» **What you should do**: The span to repeat in the listing below runs from the line containing "signUp: () =>" to the line containing "ofBench: (benchId: string)", inclusive. Repeat it exactly, and only it.

+++ Material to process

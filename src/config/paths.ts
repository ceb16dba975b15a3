/**
 * Every URL the client uses: the pages (with their router patterns) and the API endpoints.
 * Nothing else in src/ writes a URL by hand.
 */
import { env } from './env';

const seg = (value: string) => encodeURIComponent(value);

/**
 * A redirect target is only honoured when it is a path on this site ("/benches/…"), never
 * another origin ("//host", "https://…") — otherwise sign-in would be an open redirect.
 */
export function safeRedirectTarget(value: string | null | undefined, fallback = '/benches'): string {
  if (!value || !value.startsWith('/') || value.startsWith('//') || value.startsWith('/\\')) return fallback;
  if (value.startsWith('/sign-in') || value.startsWith('/sign-up')) return fallback;
  return value;
}

function withRedirect(base: string, redirectTo?: string | null): string {
  if (!redirectTo) return base;
  const target = safeRedirectTarget(redirectTo, '');
  return target ? `${base}?redirectTo=${encodeURIComponent(target)}` : base;
}

export const paths = {
  home: { path: '/', getHref: () => '/' },
  auth: {
    signIn: { path: '/sign-in', getHref: (redirectTo?: string | null) => withRedirect('/sign-in', redirectTo) },
    signUp: { path: '/sign-up', getHref: (redirectTo?: string | null) => withRedirect('/sign-up', redirectTo) },
    forgotPassword: { path: '/forgot-password', getHref: () => '/forgot-password' },
    resetPassword: { path: '/reset-password/:token', getHref: (token: string) => `/reset-password/${seg(token)}` },
  },
  benches: {
    list: { path: '/benches', getHref: () => '/benches' },
    home: { path: '/benches/:benchId', getHref: (benchId: string) => `/benches/${seg(benchId)}` },
    members: {
      path: '/benches/:benchId/members',
      getHref: (benchId: string) => `/benches/${seg(benchId)}/members`,
    },
    /** add a capture; `laserId` preselects the laser */
    upload: {
      path: '/benches/:benchId/captures/new',
      getHref: (benchId: string, laserId?: string) =>
        `/benches/${seg(benchId)}/captures/new${laserId ? `?laser=${encodeURIComponent(laserId)}` : ''}`,
    },
    /** one analysis of a capture: its spectrum, figures and settings */
    spectrum: {
      path: '/benches/:benchId/spectra/:analysisId',
      getHref: (benchId: string, analysisId: string) => `/benches/${seg(benchId)}/spectra/${seg(analysisId)}`,
    },
    /** RF beat spectra on the bench: the list and the upload form */
    rfSpectra: { path: '/benches/:benchId/rf-spectra', getHref: (benchId: string) => `/benches/${seg(benchId)}/rf-spectra` },
    /** one RF beat spectrum with its fits */
    rfSpectrum: {
      path: '/benches/:benchId/rf-spectra/:rfSpectrumId',
      getHref: (benchId: string, id: string) => `/benches/${seg(benchId)}/rf-spectra/${seg(id)}`,
    },
    /** the printable report of an overlay: figures side by side, plot, marks, provenance */
    overlayReport: {
      path: '/benches/:benchId/overlays/:overlayId/report',
      getHref: (benchId: string, overlayId: string) => `/benches/${seg(benchId)}/overlays/${seg(overlayId)}/report`,
    },
    /** the printable report of one analysis: figures, plot, marks, provenance */
    report: {
      path: '/benches/:benchId/spectra/:analysisId/report',
      getHref: (benchId: string, analysisId: string) => `/benches/${seg(benchId)}/spectra/${seg(analysisId)}/report`,
    },
    /** a laser and its spectra over time */
    laser: {
      path: '/benches/:benchId/lasers/:laserId',
      getHref: (benchId: string, laserId: string) => `/benches/${seg(benchId)}/lasers/${seg(laserId)}`,
    },
    /** a laser's predicted linewidth (the estimator) beside its measured sweep against output power */
    laserModel: {
      path: '/benches/:benchId/lasers/:laserId/model',
      getHref: (benchId: string, laserId: string) => `/benches/${seg(benchId)}/lasers/${seg(laserId)}/model`,
    },
    /** coherent-link phase-noise budgets: evaluate, and the bench's saved ones */
    linkBudgets: { path: '/benches/:benchId/link-budgets', getHref: (benchId: string) => `/benches/${seg(benchId)}/link-budgets` },
    /** rate-equation simulations that write synthetic captures onto the bench */
    simulations: { path: '/benches/:benchId/simulations', getHref: (benchId: string) => `/benches/${seg(benchId)}/simulations` },
    /** a laser's linewidths against an operating parameter */
    sweep: {
      path: '/benches/:benchId/lasers/:laserId/sweep',
      getHref: (benchId: string, laserId: string, parameter?: string) =>
        `/benches/${seg(benchId)}/lasers/${seg(laserId)}/sweep${parameter ? `?parameter=${encodeURIComponent(parameter)}` : ''}`,
    },
    /** the bench's overlays; `add` offers that analysis for a new or existing overlay */
    overlays: {
      path: '/benches/:benchId/overlays',
      getHref: (benchId: string, add?: string) => `/benches/${seg(benchId)}/overlays${add ? `?add=${encodeURIComponent(add)}` : ''}`,
    },
    overlay: {
      path: '/benches/:benchId/overlays/:overlayId',
      getHref: (benchId: string, overlayId: string) => `/benches/${seg(benchId)}/overlays/${seg(overlayId)}`,
    },
  },
  account: { path: '/account', getHref: () => '/account' },
  /** the link in an invitation e-mail */
  invitation: { path: '/invitation/:token', getHref: (token: string) => `/invitation/${seg(token)}` },
  /** e-mail caught by the local mail catcher (development and test) */
  outbox: { path: '/outbox', getHref: () => '/outbox' },
  /** a bench's audit trail (owners) */
  audit: { path: '/benches/:benchId/audit', getHref: (benchId: string) => `/benches/${seg(benchId)}/audit` },
  /** a share link's public page (no sign-in) */
  shared: { path: '/shared/:token', getHref: (token: string) => `/shared/${seg(token)}` },
} as const;

const api = env.apiBase;

/**
 * "?a=1&b=x" from an object's defined, non-empty values (in the object's key order); "" when none.
 * Takes any object so feature filter interfaces pass as they are.
 */
export function queryString(query?: object): string {
  if (!query) return '';
  const params = new URLSearchParams();
  for (const [key, value] of Object.entries(query)) {
    if (value === undefined || value === null || value === '') continue;
    params.set(key, String(value));
  }
  const text = params.toString();
  return text ? `?${text}` : '';
}

export const apiPaths = {
  auth: {
    signUp: () => `${api}/auth/sign-up`,
    signIn: () => `${api}/auth/sign-in`,
    signOut: () => `${api}/auth/sign-out`,
  },
  me: () => `${api}/me`,
  outbox: () => `${api}/outbox`,
  notificationSettings: () => `${api}/notification-settings`,
  invitations: {
    /** GET (owner) the bench's invitations; POST to invite */
    ofBench: (benchId: string) => `${api}/benches/${seg(benchId)}/invitations`,
    preview: () => `${api}/invitations/preview`,
    accept: () => `${api}/invitations/accept`,
  },
  passwordResets: {
    request: () => `${api}/password-resets`,
    check: () => `${api}/password-resets/check`,
    confirm: () => `${api}/password-resets/confirm`,
  },
  /** GET with ?action=&actorId=&from=&to=&limit=&before= */
  audit: (benchId: string, query?: object) => `${api}/benches/${seg(benchId)}/audit${queryString(query)}`,
  /** personal API tokens: GET lists, POST makes one; DELETE …/:tokenId revokes */
  apiTokens: {
    list: () => `${api}/me/tokens`,
    detail: (tokenId: string) => `${api}/me/tokens/${seg(tokenId)}`,
  },
  benches: {
    list: () => `${api}/benches`,
    detail: (benchId: string) => `${api}/benches/${seg(benchId)}`,
    members: (benchId: string) => `${api}/benches/${seg(benchId)}/members`,
    member: (benchId: string, userId: string) => `${api}/benches/${seg(benchId)}/members/${seg(userId)}`,
    lasers: (benchId: string) => `${api}/benches/${seg(benchId)}/lasers`,
    laser: (benchId: string, laserId: string) => `${api}/benches/${seg(benchId)}/lasers/${seg(laserId)}`,
    /** GET with ?laserId=&kind=&tag=&page=&pageSize=; POST multipart to upload */
    captures: (benchId: string, query?: object) => `${api}/benches/${seg(benchId)}/captures${queryString(query)}`,
    rfSpectra: (benchId: string) => `${api}/benches/${seg(benchId)}/rf-spectra`,
    laserSpectra: (benchId: string, laserId: string) =>
      `${api}/benches/${seg(benchId)}/lasers/${seg(laserId)}/spectra`,
    sweep: (benchId: string, laserId: string, parameter: string) =>
      `${api}/benches/${seg(benchId)}/lasers/${seg(laserId)}/sweep${queryString({ parameter })}`,
    overlays: (benchId: string) => `${api}/benches/${seg(benchId)}/overlays`,
    linkBudgets: (benchId: string) => `${api}/benches/${seg(benchId)}/link-budgets`,
    simulations: (benchId: string) => `${api}/benches/${seg(benchId)}/simulations`,
    shareLinks: (benchId: string) => `${api}/benches/${seg(benchId)}/share-links`,
  },
  linkBudgets: {
    evaluate: () => `${api}/link-budgets/evaluate`,
    detail: (budgetId: string) => `${api}/link-budgets/${seg(budgetId)}`,
  },
  laserEstimates: () => `${api}/laser-estimates`,
  simulations: { detail: (simulationId: string) => `${api}/simulations/${seg(simulationId)}` },
  captures: {
    detail: (captureId: string) => `${api}/captures/${seg(captureId)}`,
    analyses: (captureId: string) => `${api}/captures/${seg(captureId)}/analyses`,
    marks: (captureId: string) => `${api}/captures/${seg(captureId)}/marks`,
    comments: (captureId: string) => `${api}/captures/${seg(captureId)}/comments`,
  },
  marks: { detail: (markId: string) => `${api}/marks/${seg(markId)}` },
  comments: { detail: (commentId: string) => `${api}/comments/${seg(commentId)}` },
  version: () => `${api}/version`,
  analyses: {
    detail: (analysisId: string) => `${api}/analyses/${seg(analysisId)}`,
    /** GET with ?view=&points= */
    spectrum: (analysisId: string, query?: object) => `${api}/analyses/${seg(analysisId)}/spectrum${queryString(query)}`,
    seriesCsv: (analysisId: string) => `${api}/analyses/${seg(analysisId)}/series.csv`,
    retry: (analysisId: string) => `${api}/analyses/${seg(analysisId)}/retry`,
    shareLinks: (analysisId: string) => `${api}/analyses/${seg(analysisId)}/share-links`,
    allan: (analysisId: string) => `${api}/analyses/${seg(analysisId)}/allan`,
    corrections: (analysisId: string) => `${api}/analyses/${seg(analysisId)}/corrections`,
  },
  rfSpectra: {
    detail: (id: string) => `${api}/rf-spectra/${seg(id)}`,
  },
  corrections: {
    detail: (id: string) => `${api}/corrections/${seg(id)}`,
  },
  overlays: {
    detail: (overlayId: string) => `${api}/overlays/${seg(overlayId)}`,
    shareLinks: (overlayId: string) => `${api}/overlays/${seg(overlayId)}/share-links`,
  },
  shareLinks: { detail: (linkId: string) => `${api}/share-links/${seg(linkId)}` },
  shared: (token: string) => `${api}/shared/${seg(token)}`,
} as const;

++++++

» **Task answer**:
    signUp: () => `${api}/auth/sign-up`,
    signIn: () => `${api}/auth/sign-in`,
    signOut: () => `${api}/auth/sign-out`,
  },
  me: () => `${api}/me`,
  outbox: () => `${api}/outbox`,
  notificationSettings: () => `${api}/notification-settings`,
  invitations: {
    /** GET (owner) the bench's invitations; POST to invite */
    ofBench: (benchId: string) => `${api}/benches/${seg(benchId)}/invitations`,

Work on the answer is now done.